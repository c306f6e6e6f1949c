// Encoding new text with an existing vocabulary (for Apply and held-out fold-in, docs/design.md §4):
// the same tokens, stop words and stems as prepareText, adjacent pairs joined where the
// vocabulary has their collocation, unknown stems skipped and counted.
import { languageKey } from '../language/languages.js';
import { stemmerFor } from '../tokens/stemmer.js';
import { stopWordSet } from '../tokens/stop-words.js';
import { scanTokens } from '../tokens/tokenize.js';
import type { LanguageVocabulary, PipelineSettings } from '../types.js';

export interface EncodedText {
  readonly tokens: Int32Array;
  /** Words (after stop words) whose stem is not in the vocabulary. */
  readonly unknown: number;
}

/** An encoder for one language's vocabulary, prepared with the same settings as the study. */
export function createEncoder(vocabulary: LanguageVocabulary, settings: PipelineSettings): (text: string) => EncodedText {
  const language = languageKey(vocabulary.language);
  const ids = new Map<string, number>();
  vocabulary.stems.forEach((stem, id) => ids.set(stem, id));
  const stop = stopWordSet(language, settings.extraStopWords);
  const stem = stemmerFor(language, settings);
  const joins = settings.collocationNpmi !== null && vocabulary.stems.some((s) => s.includes('_'));
  return (text: string): EncodedText => {
    const stems: (string | null)[] = [];
    scanTokens(text, language, (kind, _surface, normal) => {
      if (kind !== 'word' || stop.has(normal)) {
        if (stems.length > 0 && stems[stems.length - 1] !== null) stems.push(null);
      } else stems.push(stem(normal));
    });
    const out: number[] = [];
    let unknown = 0;
    for (let i = 0; i < stems.length; i++) {
      const s = stems[i];
      if (s === null) continue;
      const next = stems[i + 1];
      if (joins && next !== undefined && next !== null) {
        const pair = ids.get(`${s}_${next}`);
        if (pair !== undefined) {
          out.push(pair);
          i++;
          continue;
        }
      }
      const id = ids.get(s);
      if (id === undefined) unknown++;
      else out.push(id);
    }
    return { tokens: Int32Array.from(out), unknown };
  };
}
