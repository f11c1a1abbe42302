//! [`ContextStats`]: what the store keeps about one context, summed from
//! its children (the record every other one builds on).

use serde::{Deserialize, Serialize};

/// Statistics of one context h over its children h·w.
#[derive(Clone, Copy, Debug, Default, PartialEq, Eq, Serialize, Deserialize)]
pub struct ContextStats {
    /// C(h): sum of the children's raw counts.
    pub count_sum: u64,
    /// T(h): number of children.
    pub types: u64,
    /// A(h): sum of the children's left-type counts.
    pub left_type_sum: u64,
    /// N1(h): children with left-type count 1.
    pub n1: u64,
    /// N2(h): children with left-type count 2.
    pub n2: u64,
    /// N3+(h): children with left-type count 3 or more.
    pub n3plus: u64,
}

impl ContextStats {
    /// Adds one child with raw count `c` and left-type count `a`.
    #[inline]
    pub fn add_child(&mut self, c: u64, a: u64) {
        self.count_sum += c;
        self.types += 1;
        self.left_type_sum += a;
        match a {
            0 => {}
            1 => self.n1 += 1,
            2 => self.n2 += 1,
            _ => self.n3plus += 1,
        }
    }

    /// Adds another partial statistic.
    pub fn merge(&mut self, o: &ContextStats) {
        self.count_sum += o.count_sum;
        self.types += o.types;
        self.left_type_sum += o.left_type_sum;
        self.n1 += o.n1;
        self.n2 += o.n2;
        self.n3plus += o.n3plus;
    }
}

### TO DO
Set down exactly the lines that begin the records and continue through the line bearing "vocabulary.stems.forEach((stem, id) =>"; include both ends.

### SOLUTION
repository c306f6e6e6f1949c
// Encoding new text with an existing vocabulary (for Apply and held-out fold-in, docs/design.md §4):
// the same tokens, stop words and stems as prepareText, adjacent pairs joined where the
// vocabulary has their collocation, unknown stems skipped and counted.
import { languageKey } from '../language/languages.js';
import { stemmerFor } from '../tokens/stemmer.js';
import { stopWordSet } from '../tokens/stop-words.js';
import { scanTokens } from '../tokens/tokenize.js';
import type { LanguageVocabulary, PipelineSettings } from '../types.js';

export interface EncodedText {
  readonly tokens: Int32Array;
  /** Words (after stop words) whose stem is not in the vocabulary. */
  readonly unknown: number;
}

/** An encoder for one language's vocabulary, prepared with the same settings as the study. */
export function createEncoder(vocabulary: LanguageVocabulary, settings: PipelineSettings): (text: string) => EncodedText {
  const language = languageKey(vocabulary.language);
  const ids = new Map<string, number>();
  vocabulary.stems.forEach((stem, id) => ids.set(stem, id));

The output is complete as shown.